Слышим ли их теперь? Видим ли, какого выбора требовала истинная любовь к России?
Кто видит и понял — тот принимает все, совершившееся в России, — и еще недовершенное, — отнюдь не ‘преклоняясь перед фактом’ или ‘покоряясь воле Божией’. Нет, не Божья только, но и наша собственная воля: обе воли тут — одно. Лишь в таком принятии русского народа, — с его безумием, с его соблазном и падением, с мукой, разрешающей от уз смертного сна, — живет надежда. И к такому принятию народа и пути его — нас ведет знание правды о нем.
Бесстрашен в правде Бунин. Не боится показать: ‘Воры, пьяницы, мошенники, убийцы, да такие бесстыжие, что друг другу не верят…’ Не скрывает: все они, и мужики, и господа, могут ‘или властвовать — или бояться…’. Бунин смеет его видеть: не он ли видит и тяжкие, смутные думы, слезы, жажду подвига, нежную тонкость, святую чистоту — этих самых убийц!
Великое томление народное — его томление. И не хочет зрячая любовь художника-человека, чтобы его мать, его Россия, такая, какая есть, — ‘спала, спала, умирая во сне…’.
‘Пестрая душа. Чудной мы народ. Но несчастный, несчастный прежде всего… До чего затоптали, забили…’
Еще далеко не совершилось все, чему должно совершиться. Еще едва мы у перехода от безумия к новому нашему острому страданью. Но как бы мы ни были несчастны, теперь — не слезами Тихона плакать нам над ‘лежащей во гробе по образу Божию созданной нашей красотой, без-образной, безгласной, не имущей вида…’.
Безмолвен, страшен гроб, — но камень от этого гроба уже отвален.
Тихон плакал, потому что боялся:
— Пропала жизнь!
Нам, если мы, вместе с Буниным, видим правду и верим нашей любви, — нельзя бояться: жизнь России, жизнь русского народа — только у начала.
КОММЕНТАРИИ
Впервые: Общее Дело. Париж, 1921. 23 октября. No 463. С. 2-З. Гиппиус цитирует повесть И. А. Бунина ‘Деревня’ (1910).
…Максима Горького, только что заявившего на всю Европу… — 16 октября 1921 г. М. Горький выехал из Петрограда в Гельсингфорс, где давал интервью корреспондентам, что и имеет в виду Гиппиус.

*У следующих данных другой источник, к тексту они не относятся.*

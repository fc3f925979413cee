import type { EntityManager } from '@mikro-orm/postgresql';
import type { AllowanceLimits, AllowanceStatus } from '../../../shared/schemas/allowance.js';
import { TeamAllowance } from '../entities/team-allowance.js';

/** First instant of the calendar month (UTC) that `now` falls in: usage is counted from there. */
export function monthStart(now: Date): Date {
  return new Date(Date.UTC(now.getUTCFullYear(), now.getUTCMonth(), 1));
}

export function monthLabel(now: Date): string {
  return `${now.getUTCFullYear()}-${String(now.getUTCMonth() + 1).padStart(2, '0')}`;
}

/** The team's limits, created with the defaults the first time anyone asks. */
export async function ensureAllowance(em: EntityManager, teamId: string, defaults: AllowanceLimits): Promise<void> {
  await em.execute(
    'insert into team_allowance (team_id, cpu_seconds_per_month, sweeps_at_once, subsets_per_sweep, updated_at) values (?, ?, ?, ?, now()) on conflict (team_id) do nothing',
    [teamId, defaults.cpuSecondsPerMonth, defaults.sweepsAtOnce, defaults.subsetsPerSweep],
  );
}

interface AllowanceRow {
  cpu_seconds_per_month: number;
  sweeps_at_once: number;
  subsets_per_sweep: number;
}

function limitsOf(row: AllowanceRow): AllowanceLimits {
  return { cpuSecondsPerMonth: row.cpu_seconds_per_month, sweepsAtOnce: row.sweeps_at_once, subsetsPerSweep: row.subsets_per_sweep };
}

/**
 * The team's limits, with the row locked until the surrounding transaction ends (SELECT ... FOR UPDATE):
 * launches of one team queue up here, so each sees the sweeps and charges of those before it.
 */
export async function lockAllowance(tx: EntityManager, teamId: string, defaults: AllowanceLimits): Promise<AllowanceLimits> {
  await ensureAllowance(tx, teamId, defaults);
  const rows = await tx.execute<AllowanceRow[]>('select * from team_allowance where team_id = ? for update', [teamId]);
  return limitsOf(rows[0]!);
}

export async function readAllowance(em: EntityManager, teamId: string, defaults: AllowanceLimits): Promise<AllowanceLimits> {
  await ensureAllowance(em, teamId, defaults);
  const allowance = await em.findOneOrFail(TeamAllowance, { team: teamId }, { refresh: true });
  return { cpuSecondsPerMonth: allowance.cpuSecondsPerMonth, sweepsAtOnce: allowance.sweepsAtOnce, subsetsPerSweep: allowance.subsetsPerSweep };
}

export interface TeamUsage {
  cpuSecondsUsed: number;
  cpuSecondsReserved: number;
  sweepsActive: number;
}

/** CPU seconds charged this month, CPU seconds the active sweeps still expect, and how many sweeps are active. */
export async function teamUsage(em: EntityManager, teamId: string, now = new Date()): Promise<TeamUsage> {
  const [charged] = await em.execute<{ used: number | null }[]>(
    'select sum(cpu_seconds) as used from usage_charge where team_id = ? and charged_at >= ?',
    [teamId, monthStart(now)],
  );
  const [active] = await em.execute<{ count: string; reserved: number | null }[]>(
    `select count(*) as count, sum(greatest(estimated_cpu_seconds - cpu_seconds, 0)) as reserved
       from sweep where team_id = ? and state in ('queued', 'running')`,
    [teamId],
  );
  return { cpuSecondsUsed: Number(charged?.used ?? 0), cpuSecondsReserved: Number(active?.reserved ?? 0), sweepsActive: Number(active?.count ?? 0) };
}

/** CPU seconds charged to the team this month. */
export async function cpuSecondsUsed(em: EntityManager, teamId: string, now = new Date()): Promise<number> {
  const [charged] = await em.execute<{ used: number | null }[]>(
    'select sum(cpu_seconds) as used from usage_charge where team_id = ? and charged_at >= ?',
    [teamId, monthStart(now)],
  );
  return Number(charged?.used ?? 0);
}

export function allowanceStatus(team: { id: string; name: string }, limits: AllowanceLimits, usage: TeamUsage, now = new Date()): AllowanceStatus {
  return {
    ...limits,
    teamId: team.id,
    teamName: team.name,
    month: monthLabel(now),
    cpuSecondsUsed: usage.cpuSecondsUsed,
    cpuSecondsReserved: usage.cpuSecondsReserved,
    cpuSecondsRemaining: Math.max(0, limits.cpuSecondsPerMonth - usage.cpuSecondsUsed - usage.cpuSecondsReserved),
    sweepsActive: usage.sweepsActive,
  };
}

…верили ‘богоносцу’ Достоевского… — слова Шатова в ‘Бесах’ Ф. М. Достоевского: ‘единый народ — ‘богоносец’ — это русский народ’ (Ч. П. Гл. 1. VII).
Платон Каратаев — солдат из романа Л. Н. Толстого ‘Война и мир’, встретившийся Пьеру Безухову в плену и научивший его видеть жизнь в духе патриархального крестьянства.
Пятаков Георгий Леонидович (1890-1937) — в 1920 г. после овладения Крымом как член Реввоенсовета был одним из руководителей массовых расстрелов офицеров, затем зам. председателя Госплана. Репрессирован в 1937 г.